The role of natural Fe(II)-bearing minerals in chemoautotrophic chromium (VI) bio-reduction in groundwater

• Published in: Journal of hazardous materials Vol. 389; p. 121911
• Main Authors: Lu, Jianping, Zhang, Baogang, He, Chao, Borthwick, Alistair G.L.
• Format: Journal Article
• Language: English
• Published: Netherlands Elsevier B.V 05.05.2020
• Subjects: Acidovorax; aquifers; autotrophs; Bacteria - drug effects; Bacteria - metabolism; Bio-reduction; Biodegradation, Environmental; bioremediation; chromium; Chromium (VI); Chromium - chemistry; Chromium - metabolism; cytochrome c; enzymes; Fe(II)-bearing minerals; Ferrous Compounds - chemistry; Ferrous Compounds - pharmacology; gene expression regulation; genes; Geobacter; groundwater; Groundwater - chemistry; Groundwater - microbiology; hydrochemistry; hydrodynamics; iron; Mackinawite; magnetite; Minerals - chemistry; Minerals - pharmacology; Models, Chemical; oxidation; Oxidation-Reduction; pyrite; ribosomal RNA; sequence analysis; sulfates; synergism; volatile fatty acids; Water Pollutants, Chemical - chemistry; Water Pollutants, Chemical - metabolism; Bio-reduction; Chromium (VI); Fe(II)-bearing minerals; Mackinawite
• ISSN: 0304-3894; 1873-3336; 1873-3336
• DOI: 10.1016/j.jhazmat.2019.121911

[Display omitted] •Fe(II)-bearing minerals can support Cr(VI) bio-reduction in groundwater.•Mackinawite performs best in Cr(VI) removal.•Groundwater chemistry and hydrodynamics influence the process.•Biotic and abiotic contributions to Cr(VI) reduction are quantified.•Synergistic mechanisms between microbial consortia are revealed.
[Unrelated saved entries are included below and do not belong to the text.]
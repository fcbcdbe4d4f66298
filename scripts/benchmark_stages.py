"""Benchmark: the stages of two large analyses, each ``doseattr run --profile``.

Inputs are generated here (not data; every number is invented):

- **empirical**: ``measurements.csv`` with ``--values`` rows (default 1e6) of
  ``value,weight``: values lognormal (GM 8, GSD 2) rounded to 0.01 (as a
  monitor network reports them, so many values repeat; no non-detects,
  which the empirical family refuses), weights whole numbers 1 to 20;
  ``family = "empirical"``, a log-linear curve entered as
  published (RR 1.08 per 10 units, 95% CI 1.05 to 1.11, flat above 80),
  minimum risk 5, one cap scenario, ``[uncertainty] draws`` (default 100).
- **burden**: ``districts.csv`` with ``--strata`` rows (default 3,000) of
  ``stratum,population,rate,gm,gsd`` (population 5,000 to 500,000, rate 300
  to 1,200 per 100,000, GM 4 to 20, GSD 1.3 to 2.2) and the same curve.

Each analysis runs in a child process of its own (``python -m doseattr run
ANALYSIS --out DIR --quiet --profile``), waited for by ``os.wait4`` so that
its CPU seconds (user + system) and peak resident memory (``ru_maxrss``)
are the child's alone. The parent stays small (it writes the tables in
blocks); its own peak is printed as the floor of the child's figure, since
Linux may carry a parent's high-water mark into a child. Printed per
analysis: the wall and CPU seconds, the peak RSS, the size of
``results.json`` and ``report.html``, the stage table the child printed on
standard error, and ``uptime``'s load before and after (the machine may be
shared: compare CPU seconds, repeat with ``--repeat`` and take the best).

Usage:  python scripts/benchmark_stages.py [--values 1000000] [--strata 3000]
        [--draws 1000] [--empirical-draws 100] [--only empirical|burden] [--repeat 1] [--folder DIR] [--keep]
"""

from __future__ import annotations

import argparse
import os
import platform
import resource
import shutil
import subprocess
import sys
import tempfile
import time
from dataclasses import dataclass
from pathlib import Path

import numpy as np

SEED = 20261203
#: The invented log-linear curve: RR per PER units, its 95% CI, flat above MAX_DOSE.
RR, RR_CI, PER, MAX_DOSE = 1.08, (1.05, 1.11), 10.0, 80.0
MINIMUM_RISK, CAP = 5.0, 25.0
#: Measured values: lognormal GM and GSD (rounded to 0.01).
GM, GSD = 8.0, 2.0
BLOCK = 200_000
PROFILE_PREFIX = "doseattr: profile:"

# this checkout's doseattr, not whichever one the environment has installed
ROOT = str(Path(__file__).resolve().parents[1])


def curve_section() -> str:
    return (f'[curve]\nmodel = "log-linear"\nrr = {RR}\nper = {PER}\n'
            f"ci = [{RR_CI[0]}, {RR_CI[1]}]\nmax_dose = {MAX_DOSE}\n")


def common_sections(draws: int) -> str:
    return (f"[attribution]\nminimum_risk = {MINIMUM_RISK}\n\n"
            f'[[scenario]]\nname = "Cap at {CAP:g}"\ncap = {CAP}\n\n'
            f"[uncertainty]\ndraws = {draws}\nseed = {SEED}\n")


def write_measurements(folder: Path, n: int, seed: int = SEED) -> Path:
    """``measurements.csv``: ``n`` rows, written :data:`BLOCK` at a time;
    block ``b`` draws its normals, then its weights, from
    ``default_rng([seed, b])``. Values ``round(GM * GSD**Z, 2)``; weights
    integers 1 to 20."""
    path = folder / "measurements.csv"
    with open(path, "w", encoding="utf-8") as f:
        f.write("# EVERY NUMBER IS INVENTED (doseattr stage benchmark)\nvalue,weight\n")
        for b, start in enumerate(range(0, n, BLOCK)):
            size = min(BLOCK, n - start)
            rng = np.random.default_rng([seed, b])
            x = np.round(GM * np.exp(np.log(GSD) * rng.standard_normal(size)), 2)
            w = rng.integers(1, 21, size)
            f.write("".join(f"{v:.2f},{k}\n" for v, k in zip(x.tolist(), w.tolist())))
    return path


def write_districts(folder: Path, strata: int, seed: int = SEED) -> Path:
    """``districts.csv``: ``strata`` rows from ``default_rng([seed, 0])``
    (uniform population, rate, GM and GSD in the ranges of the module)."""
    rng = np.random.default_rng([seed, 0])
    population = np.round(rng.uniform(5_000, 500_000, strata))
    rate = np.round(rng.uniform(300, 1_200, strata), 1)
    gm = np.round(rng.uniform(4, 20, strata), 2)
    gsd = np.round(rng.uniform(1.3, 2.2, strata), 3)
    path = folder / "districts.csv"
    with open(path, "w", encoding="utf-8") as f:
        f.write("# EVERY NUMBER IS INVENTED (doseattr stage benchmark)\n"
                "stratum,population,rate,gm,gsd\n")
        f.writelines(f"District {i + 1:05d},{p:.0f},{r:.1f},{g:.2f},{s:.3f}\n"
                     for i, (p, r, g, s) in enumerate(zip(population, rate, gm, gsd)))
    return path


def write_analysis(folder: Path, title: str, body: str) -> Path:
    """``analysis.toml`` in ``folder``: the invented-numbers header, ``title``
    and ``body``."""
    path = folder / "analysis.toml"
    path.write_text("# doseattr stage benchmark. EVERY NUMBER IS INVENTED.\n"
                    f'title = "{title} (invented numbers)"\nunit = "ug/m3"\n\n' + body,
                    encoding="utf-8")
    return path


def write_empirical(folder: Path, n: int, draws: int) -> Path:
    folder.mkdir(parents=True, exist_ok=True)
    write_measurements(folder, n)
    return write_analysis(folder, "Empirical exposure benchmark", curve_section()
                          + '\n[exposure]\ntable = "measurements.csv"\nfamily = "empirical"\n\n'
                          + common_sections(draws))


def write_burden(folder: Path, strata: int, draws: int) -> Path:
    folder.mkdir(parents=True, exist_ok=True)
    write_districts(folder, strata)
    return write_analysis(folder, "Burden benchmark", curve_section() + "\n"
                          + common_sections(draws)
                          + '\n[burden]\ntable = "districts.csv"\nrate_per = 100000\n')


@dataclass(frozen=True)
class Measured:
    wall: float
    cpu: float
    peak_mb: float
    status: int
    stages: list[str]
    stderr_tail: list[str]


def run_child(analysis: Path, out: Path) -> Measured:
    """``python -m doseattr run ANALYSIS --out OUT --quiet --profile`` in a
    child of its own, waited for by ``os.wait4`` (its rusage alone)."""
    if out.exists():
        shutil.rmtree(out)
    err_path = out.parent / (out.name + ".stderr")
    env = dict(os.environ, PYTHONPATH=ROOT + os.pathsep + os.environ.get("PYTHONPATH", ""))
    cmd = [sys.executable, "-m", "doseattr", "run", str(analysis), "--out", str(out),
           "--quiet", "--profile"]
    with open(err_path, "w", encoding="utf-8") as err:
        t0 = time.perf_counter()
        proc = subprocess.Popen(cmd, stdout=subprocess.DEVNULL, stderr=err, env=env, cwd=ROOT)
        _, status, usage = os.wait4(proc.pid, 0)
        wall = time.perf_counter() - t0
    proc.returncode = os.waitstatus_to_exitcode(status)
    lines = err_path.read_text(encoding="utf-8").splitlines()
    stages = [s[len(PROFILE_PREFIX):].rstrip() for s in lines if s.startswith(PROFILE_PREFIX)]
    other = [s for s in lines if not s.startswith(PROFILE_PREFIX)]
    return Measured(wall, usage.ru_utime + usage.ru_stime, usage.ru_maxrss / 1024,
                    proc.returncode, stages, other[-5:])


def load() -> str:
    try:
        return subprocess.run(["uptime"], capture_output=True, text=True,
                              check=False).stdout.strip()
    except OSError:
        one, five, fifteen = os.getloadavg()
        return f"load average: {one:.2f}, {five:.2f}, {fifteen:.2f}"


def size_mb(path: Path) -> str:
    return f"{path.stat().st_size / 1e6:.1f} MB" if path.exists() else "absent"


def report(name: str, analysis: Path, repeat: int) -> Measured:
    best: Measured | None = None
    for i in range(repeat):
        before = load()
        m = run_child(analysis, analysis.parent / "out")
        after = load()
        print(f"\n== {name} (run {i + 1} of {repeat}) ==")
        print(f"load before: {before}\nload after:  {after}")
        print(f"exit {m.status}; wall {m.wall:.2f} s; CPU {m.cpu:.2f} s; "
              f"peak RSS {m.peak_mb:.0f} MB")
        out = analysis.parent / "out"
        print(f"results.json {size_mb(out / 'results.json')}; "
              f"report.html {size_mb(out / 'report.html')}")
        print("stages (doseattr run --profile):")
        for line in m.stages:
            print("  " + line)
        if m.status != 0:
            print("stderr tail:\n  " + "\n  ".join(m.stderr_tail))
        if best is None or m.cpu < best.cpu:
            best = m
    assert best is not None
    return best


def main(argv: list[str] | None = None) -> int:
    p = argparse.ArgumentParser(description=__doc__.split("\n")[0])
    p.add_argument("--values", type=int, default=1_000_000)
    p.add_argument("--strata", type=int, default=3_000)
    p.add_argument("--draws", type=int, default=1000, help="draws of the burden analysis")
    p.add_argument("--empirical-draws", type=int, default=100,
                   help="draws of the empirical analysis (its bootstrap holds draws x values)")
    p.add_argument("--only", choices=("empirical", "burden"))
    p.add_argument("--repeat", type=int, default=1)
    p.add_argument("--folder", type=Path, help="work here instead of a temporary folder")
    p.add_argument("--keep", action="store_true", help="keep the temporary folder")
    args = p.parse_args(argv)
    folder = args.folder or Path(tempfile.mkdtemp(prefix="doseattr-stages-"))
    print(f"machine: {platform.platform()}, {os.cpu_count()} CPUs, Python "
          f"{platform.python_version()}; folder {folder}")
    try:
        t0 = time.perf_counter()
        todo = []
        if args.only in (None, "empirical"):
            todo.append((f"empirical, {args.values:,} values",
                         write_empirical(folder / "empirical", args.values,
                                         args.empirical_draws)))
        if args.only in (None, "burden"):
            todo.append((f"burden, {args.strata:,} strata",
                         write_burden(folder / "burden", args.strata, args.draws)))
        print(f"inputs written in {time.perf_counter() - t0:.1f} s; parent peak RSS "
              f"{resource.getrusage(resource.RUSAGE_SELF).ru_maxrss / 1024:.0f} MB "
              "(the floor of a child's figure)")
        status = 0
        for name, analysis in todo:
            status |= report(name, analysis, args.repeat).status
        return status
    finally:
        if args.folder is None and not args.keep:
            shutil.rmtree(folder, ignore_errors=True)


if __name__ == "__main__":
    sys.exit(main())
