def test_without_exposure_needs_every_row(tmp_path):
    """A row without its own exposure cannot stand in for [exposure]."""
    table = TABLE.replace("North,75+,12000,5200,7.9,8,2", "North,75+,12000,5200,7.9,,")
    a = _analysis(tmp_path, table=table)
    d = dict(a.settings)
    d.pop("exposure")
    with pytest.raises(InputError) as err:
        run_analysis(analysis_from_dict(d, base_dir=tmp_path))
    assert "rows.csv: row 3" in str(err.value) and "without [exposure]" in str(err.value)


GROUP_FILE = """\
unit = "ug/m3"
[burden]
table = "rows.csv"
{blocks}
"""

BLOCK = """
[[outcome]]
name = "deaths"
groups = {groups}
[outcome.curve]
model = "linear"
err = 0.004
"""


@pytest.mark.parametrize("groups, where", [
    ((["65-74", "75+"], ["75+"]), "[[outcome]] 2 key 'groups'"),        # overlap
    ((["65-74"],), "rows.csv: row 3, column 'group'"),                   # row not covered
    ((["65-74", "75+", "85+"],), "[[outcome]] 1 key 'groups'"),          # group with no row
])
def test_bad_groups_from_the_command_line(tmp_path, capsys, groups, where):
    """Exit status 2, one line on standard error naming the file and the
    key or row, nothing written (the project's rule for input errors)."""
    from doseattr.cli import main

    (tmp_path / "rows.csv").write_text(TABLE)
    blocks = "".join(BLOCK.format(groups="[" + ", ".join(f'"{g}"' for g in gs) + "]")
                     for gs in groups)
    (tmp_path / "a.toml").write_text(GROUP_FILE.format(blocks=blocks))
    out = tmp_path / "out"
    assert main(["run", str(tmp_path / "a.toml"), "--out", str(out)]) == 2
    err = capsys.readouterr().err.strip().splitlines()
    assert len(err) == 1 and where in err[0], err
    assert not out.exists()


def test_precision_gives_every_block_the_same_draws(tmp_path):
    """[uncertainty] precision may raise the draws of one block more than of
    another; the blocks are summed draw by draw, so every block ends with
    the same number of draws (and the sums exist)."""
    res = run_analysis(_analysis(tmp_path, uncertainty={"draws": 200, "seed": 5,
                                                         "precision": 0.004},
                                 outcomes=_with_ci()))
    counts = {r.uncertainty.draws for _, o in res.outcomes for _, r in o.group_runs}
    assert len(counts) == 1 and counts.pop() >= 200
    assert res.grand_total is not None and res.grand_total.attributable.lower is not None


def test_scenario_table_gives_averted_rates_and_yll(tmp_path):
    """burden_scenarios.csv with rates and life expectancy: per row of the
    burden table, the averted rate is averted / population x 100000 and
    the averted YLL averted x life expectancy (hand products), and the
    averted cases are PIF x cases."""
    from doseattr.outputs import tables

    res = run_analysis(_analysis(tmp_path))
    header, rows = tables.burden_scenarios_blocks_table(res.burden_blocks)
    col = {h: i for i, h in enumerate(header)}
    assert {"group", "averted_rate_estimate", "averted_yll_upper"} <= set(col)
    given = {(s, g): (pop, rate, le) for s, g, pop, rate, le, _, _ in _rows()}
    checked = 0
    for r in rows:
        key = (r[col["stratum"]], r[col["group"]])
        if key not in given:
            continue  # the sums: checked in the results' own tests
        pop, rate, le = given[key]
        averted = r[col["averted_estimate"]]
        np.testing.assert_allclose(averted, r[col["pif_estimate"]] * pop * rate / 1e5, rtol=1e-12)
        np.testing.assert_allclose(r[col["averted_rate_estimate"]], averted / pop * 1e5,
                                   rtol=1e-12)
        np.testing.assert_allclose(r[col["averted_yll_estimate"]], averted * le, rtol=1e-12)
        checked += 1
    assert checked == 2 * len(given)  # each row in both outcomes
To date, comparatively little is known about the role of natural Fe(II)-bearing minerals in bioremediation of chromium (VI) contaminated aquifers subject to chemoautotrophic conditions. This work employed four kinds of Fe(II)-bearing minerals (pyrite, mackinawite, wustite, and magnetite) as inorganic electron donors to support Cr(VI) bio-reduction. In batch experiments, mackinawite (FeS) performed best, with Cr(VI) removal efficiency of 98.1 ± 1.21 % in 96 h. Continuous column experiments lasting 180 d implied that groundwater chemistry and hydrodynamics influenced the Cr(VI) removal process. A breakthrough study suggested that biotic and abiotic contributions to Cr(VI) reduction were 76.0 ± 1.12 % and 24.1 ± 1.43 %, respectively. Cr(VI) was reduced to insoluble Cr(III), whereas Fe(II) and S(-II) in mackinawite were finally oxidized to Fe(III) and sulfate. Mackinawite evolved progressively into pyrrhotite. High-throughput 16S rRNA gene sequencing indicated that mackinawite-driven Cr(VI) reduction was mediated through synergistic interactions of microbial consortia; i.e. autotrophs as Acidovorax synthesized volatile fatty acids as metabolic intermediates, which were consumed by Cr(VI) reducers as Geobacter. Genes encoding enzymes for S oxidation (soxB) and Cr(VI) reduction (chrA, yieF) were upregulated. Cytochrome c participating in Fe(II) oxidation increased significantly. This work advances the development of sustainable techniques for Cr(VI) polluted groundwater remediation.